Reliable Dynamic State Estimation Based Protection during Geomagnetic Disturbances

Geomagnetic disturbances (GMD) occur when intensive solar wind interacts with Earth's magnetic field. During this interaction, the geographically extensive power system is impacted by the geomagnetically induced current (GIC), which is a pseudo-DC current (0.0001 Hz to 1 Hz). GIC causes half cycle saturation of iron core circuits and subsequent distortion of current and voltage waveforms, resulting in overheating transformers and increasing reactive power consumption. In addition, the distorted waveforms may lead to substantial harmonics in measurements. As many protective relays respond drastically different under the influence of different orders of harmonics, these distorted measurements may risk the operation of protective relays. Moreover, GMD introduces DC flux in iron cores of instrumentation transformers, leading to gross distortion in measurements, which further reduces the reliability of relays. Therefore, a protective scheme with reliable performance in the presence of GMD is needed. Dynamic state estimation (DSE) based protection utilizes a high-fidelity model of the protection zone, a set of measurements from merging units, and a DSE algorithm to give the best estimates of the states of the protection zone.

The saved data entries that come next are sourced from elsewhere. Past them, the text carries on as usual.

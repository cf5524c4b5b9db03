"""From matched maps to everything that is known of each pixel."""

from __future__ import annotations

from dataclasses import dataclass
from pathlib import Path

import numpy as np
from astropy.io import fits
from astropy.wcs import WCS
from numpy.typing import NDArray

from kspipe.conversions import (
    Parameters,
    Surface,
    carry_noise,
    convert,
    oh_from_gradient,
)
from kspipe.core.errors import Fault, GridError
from kspipe.core.tracers import CO_LINES
from kspipe.kernels.geometry import disc_radius
from kspipe.maps.header import celestial_wcs
from kspipe.maps.skymap import Flag, SkyMap
from kspipe.maps.source import StoredImage
from kspipe.matching import Grid
from kspipe.recipe import Recipe
from kspipe.recipe.quantity import Measured
from kspipe.stages.plan import choices_of

__all__ = ["Disc", "parameters_of", "surfaces_of"]

Array = NDArray[np.float64]


@dataclass(frozen=True)
class Disc:
    """The galaxy on the common grid.

    Attributes
    ----------
    surfaces : dict of str to Surface
        ``sigma_atom sigma_gas sigma_sfr`` and, with CO, ``sigma_mol f_mol t_dep``.
    coverage : dict of str to (ny, nx) float64 array
        By product: least coverage of the maps that it needs.
    flags : (ny, nx) int32 array
    oh : (ny, nx) float64 array
        12 + log10(O/H).
    radius_kpc : (ny, nx) float64 array
        In the disc.
    intensity : dict of str to SkyMap
        Matched maps by tracer.
    """

    surfaces: dict[str, Surface]
    coverage: dict[str, Array]
    flags: NDArray[np.int32]
    oh: Array
    radius_kpc: Array
    intensity: dict[str, SkyMap]


def surfaces_of(recipe: Recipe, matched: dict[str, SkyMap], grid: Grid) -> Disc:
    """Convert matched maps by the recipe's records.

    Parameters
    ----------
    recipe : Recipe
    matched : dict of str to SkyMap
        By the recipe's names.
    grid : Grid

    Returns
    -------
    Disc
    """
    galaxy = recipe.galaxy
    radius_kpc = (
        disc_radius(
            *grid.offsets_arcsec(),
            inclination_deg=galaxy.inclination.value,
            pa_deg=galaxy.position_angle.value,
        )
        * galaxy.pc_per_arcsec
        / 1e3
    )
    oh = metallicity_of(recipe, grid, radius_kpc)
    used = _used_maps(recipe, matched)
    converted = convert(
        {tracer: sky.value for tracer, sky in used.items()},
        choices_of(recipe),
        parameters_of(recipe, oh),
    )
    surfaces = carry_noise(converted, {tracer: sky.noise for tracer, sky in used.items()})
    coverage = {
        name: np.min([used[tracer].coverage for tracer in surface.slopes], axis=0)
        for name, surface in surfaces.items()
    }
    flags = _flags(recipe, surfaces, list(used.values()), converted.flags)
    return Disc(surfaces, coverage, flags, oh, radius_kpc, used)


def _used_maps(recipe: Recipe, matched: dict[str, SkyMap]) -> dict[str, SkyMap]:
    """Maps that a surface density is made of, by tracer."""
    wanted = {*recipe.star_formation.maps, *({recipe.stars.map} if recipe.stars else ())}
    gas = {"HI", *(CO_LINES if recipe.has_molecular else ())}
    return {sky.tracer: sky for name, sky in matched.items() if sky.tracer in gas or name in wanted}


def parameters_of(recipe: Recipe, oh: Array) -> Parameters:
    """The numbers of a recipe that are not records, with 12 + log10(O/H) on the grid."""
    gas = None if isinstance(recipe.gas, str) else recipe.gas
    ratio = gas.line_ratio if gas else None
    tables = [recipe.maps[name] for name in recipe.star_formation.maps]
    nii = next((t.nii_ratio for t in tables if t.nii_ratio is not None), None)
    as_24um = next((t.as_24um for t in tables if t.as_24um is not None), None)
    return Parameters(
        cos_i=recipe.galaxy.cos_i,
        oh=oh,
        line_ratio=ratio.value if isinstance(ratio, Measured) else 1.0,
        ebv=recipe.foreground.ebv.value,
        nii_ratio=nii.value if nii else 0.0,
        as_24um=as_24um.value if as_24um else 1.0,
        hi_opacity=gas.hi_opacity.value if gas and gas.hi_opacity else 1.0,
        mass_to_light=recipe.stars.mass_to_light.value if recipe.stars else 0.5,
        ms_offset_dex=gas.ms_offset.value if gas and gas.ms_offset else None,
        g0_over_n=gas.g0_over_n.value if gas and gas.g0_over_n else None,
    )


def metallicity_of(recipe: Recipe, grid: Grid, radius_kpc: Array) -> Array:
    """12 + log10(O/H) on the grid, from a gradient or from a map.

    Raises
    ------
    GridError
        If a metallicity map cannot be read or does not reach the galaxy.
    """
    table = recipe.metallicity
    if table.map is not None:
        return _metallicity_map(table.map, grid)
    slope, per = table.slope
    if per == "r25" and recipe.galaxy.r25 is not None:
        slope /= recipe.galaxy.r25.value * recipe.galaxy.pc_per_arcsec / 1e3
    centre = table.oh.value if table.oh is not None else np.nan
    return oh_from_gradient(radius_kpc, centre, slope)


def _metallicity_map(path: Path, grid: Grid) -> Array:
    """Interpolate a map of 12 + log10(O/H) linearly; it is not smoothed."""
    # Its imports cost a second, and few recipes need it.
    from reproject import reproject_interp  # noqa: PLC0415

    image = StoredImage.find(path, None)
    wcs: WCS = celestial_wcs(image.header, f"metallicity.map, {image}")
    hdu = fits.PrimaryHDU(image.read(), wcs.to_header())
    oh, _ = reproject_interp(hdu, grid.wcs, shape_out=grid.shape, order="bilinear")
    if not np.isfinite(oh).any():
        raise GridError(Fault("metallicity.map", f"{image} does not reach the galaxy"))
    return np.asarray(oh, dtype=float)


def _flags(
    recipe: Recipe,
    surfaces: dict[str, Surface],
    maps: list[SkyMap],
    converted: dict[str, NDArray[np.bool_]],
) -> NDArray[np.int32]:
    """Bits that say what to beware of in a pixel."""
    gas, sfr = surfaces["sigma_gas"], surfaces["sigma_sfr"]
    limit = recipe.comparison.low_snr
    bits = {
        Flag.NONPOSITIVE_SFR: sfr.value <= 0,
        Flag.NONPOSITIVE_GAS: gas.value <= 0,
        Flag.LOW_SNR: (gas.value < limit * gas.error) | (sfr.value < limit * sfr.error),
        **{Flag[name.upper()]: where for name, where in converted.items()},
    }
    flags = np.bitwise_or.reduce([sky.flags for sky in maps]).astype(np.int32)
    for flag, where in bits.items():
        flags |= np.where(where, int(flag), 0).astype(np.int32)
    return np.asarray(flags)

In this paper, we analyze the performance of the DSE based protection relays considering harmonics during GMD. The reliability of the relays is examined under different fault scenarios of transformers and capacitor banks, compared against conventional protection scheme. The simulation results show that during GMD, mis-operation is observed in conventional protection schemes, while the DSE based protection remains reliable.